Python: Pipeline Tool Ideas

Hello,

I’m an aspiring Pipeline TD and am looking for some ideas for tools to create. I am familiar with Maya and would prefer the tool be for said package, however I wouldn’t mind learning something new. I would like to make something standalone in PyQt. Any ideas are welcome.

Thanks in advance

Write a script that exports vertex colors to a file and re-imports them. Everyone writes this script eventually anyway.

I’ve never really used vertex coloring to be quite honest, are you referring to vertex coloring for weights from a skin cluster or vert painting?

Any particular department/s you were thinking of tooling for?

You could write a script that exports any of those. The idea is to expose yourself to a variety of different areas within the API and general environment, not to really solve a particular need. Something like this touches on objects/nodes, components(vertices), file I/O, and probably UI.

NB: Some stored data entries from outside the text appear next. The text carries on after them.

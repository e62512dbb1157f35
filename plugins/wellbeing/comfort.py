"""Where comfort is the goal of care: what matters to this patient leads, and rescue does not."""

from __future__ import annotations

from datetime import timedelta

from handoff.plugin import (
    NOT_RECORDED,
    Action,
    Case,
    Flag,
    Item,
    Map,
    System,
    Urgency,
    child,
    fact,
    joined,
    words,
)

RANK = 60
LABEL = "Goals of comfort"


def _block(case: Case) -> Map:
    node = child(case.block, "comfort")
    return node if isinstance(node, Map) and "struck" not in node else Map.at()


def items(case: Case) -> tuple[Item, ...]:
    """Return what matters to this patient; nothing unless comfort is the goal, or it is charted."""
    node = _block(case)
    matters = case.state.texts(node.get("matters"))
    if not matters and not case.comfort:
        return ()
    if not matters:
        return (
            fact(
                "wellbeing.comfort",
                LABEL,
                NOT_RECORDED,
                system=System.GENERAL,
                flag=Flag.NOT_RECORDED,
                rank=RANK,
            ),
        )
    ready, stopped = words(node.get("medicines_ready")), case.state.texts(node.get("stopped"))
    said = [joined(matters)]
    said.append(f"talked over with {words(node.get('agreed_with')) or 'whom is not recorded'}")
    said.append(f"medicines for comfort prescribed: {ready or 'not recorded'}")
    said += [f"stopped: {joined(stopped)}"] if stopped else []
    lacks = case.comfort and ready != "yes"
    return (
        fact(
            "wellbeing.comfort",
            LABEL,
            "; ".join(said),
            system=System.GENERAL,
            value=joined(matters),
            as_of=case.when(node.get("at")),
            flag=Flag.ACTION if lacks else Flag.NONE,
            rank=RANK if lacks else None,
            line=node.line,
        ),
    )


def actions(case: Case) -> tuple[Action, ...]:
    """Return the care that comfort asks for; nothing unless it is the goal."""
    if not case.comfort:
        return ()
    node = _block(case)
    source = case.parameters.source_of("comfort.every")
    made = [
        Action(
            key="wellbeing.comfort_round",
            area="Comfort",
            text="Pain, breath, restlessness, mouth, eyes, lying as the patient likes; stay, let family stay",
            why="comfort is the goal of care",
            system=System.GENERAL,
            first_due=case.now,
            every=timedelta(hours=case.parameters.number("comfort.every")),
            urgency=Urgency.TIMED,
            sources=(source,),
        )
    ]
    if words(node.get("medicines_ready")) != "yes":
        made.append(
            Action(
                key="wellbeing.comfort_medicines",
                area="Comfort",
                text="Ask now for medicines to be ready for pain, breathlessness, restlessness and secretions",
                why="comfort is the goal of care and they are not charted as prescribed",
                system=System.GENERAL,
                urgency=Urgency.NOW,
            )
        )
    if not case.state.texts(node.get("matters")):
        made.append(
            Action(
                key="wellbeing.comfort_ask",
                area="Comfort",
                text="Ask patient and family what matters now: people, place, rites, what is feared; chart their words",
                why="what matters is not recorded",
                system=System.GENERAL,
                urgency=Urgency.NOW,
            )
        )
    return tuple(made)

Any department really, getting more experience with the modeling pipelines would be fun. I’ve recently worked on a threaded layer texture manager, where I used the threads for previewing large images (16 - 40 mb) and creating layered textures or individual file nodes and assigning them to misc channels (diffuse, tranparency, bump/normal, etc.). Before that I recreated the michael comet pose reader in python and a pose library that exports json files.

[QUOTE=btribble;24616]You could write a script that exports any of those. The idea is to expose yourself to a variety of different areas within the API and general environment, not to really solve a particular need. Something like this touches on objects/nodes, components(vertices), file I/O, and probably UI.[/QUOTE]

I’ll work on the vert color export script and see how far I can push it as well, I appreciate it.

More suggestions are always welcome as well.

I’d try something like this as an experiment.

  1. write an exporter to dump plain meshes out to disk in a human-readable text format
  2. write an importer that reads that in to max/maya
  3. Now go back and add UVs to the exporter, the exported file, and the importer
  4. Now add vert colors …
  5. Now add transforms…
  6. Now add animation…
  7. Now go back and look at the code you wrote for the first bit.
    What did you do right? What did you do wrong?
    What could you differently so that the next time all the changes
    did not cause so much work?

[QUOTE=Theodox;24619]I’d try something like this as an experiment.

  1. write an exporter to dump plain meshes out to disk in a human-readable text format
  2. write an importer that reads that in to max/maya
  3. Now go back and add UVs to the exporter, the exported file, and the importer
  4. Now add vert colors …
  5. Now add transforms…
  6. Now add animation…
  7. Now go back and look at the code you wrote for the first bit.
    What did you do right? What did you do wrong?
    What could you differently so that the next time all the changes
    did not cause so much work?[/QUOTE]

This seems like a pretty hefty idea and be an awesome challenge. Thanks a ton.

Well one thing I’m working on, is a error reporting module I can easily drop into existing tools, that logs all errors in a database on the server.

Once that is done, going to work on a django app, that takes all that information and displays it in a visual way.

passerby, are you using decorators for that? That makes it really easy (as a developer) to implement into tools with almost no overhead.

Im overriding the built in exception class.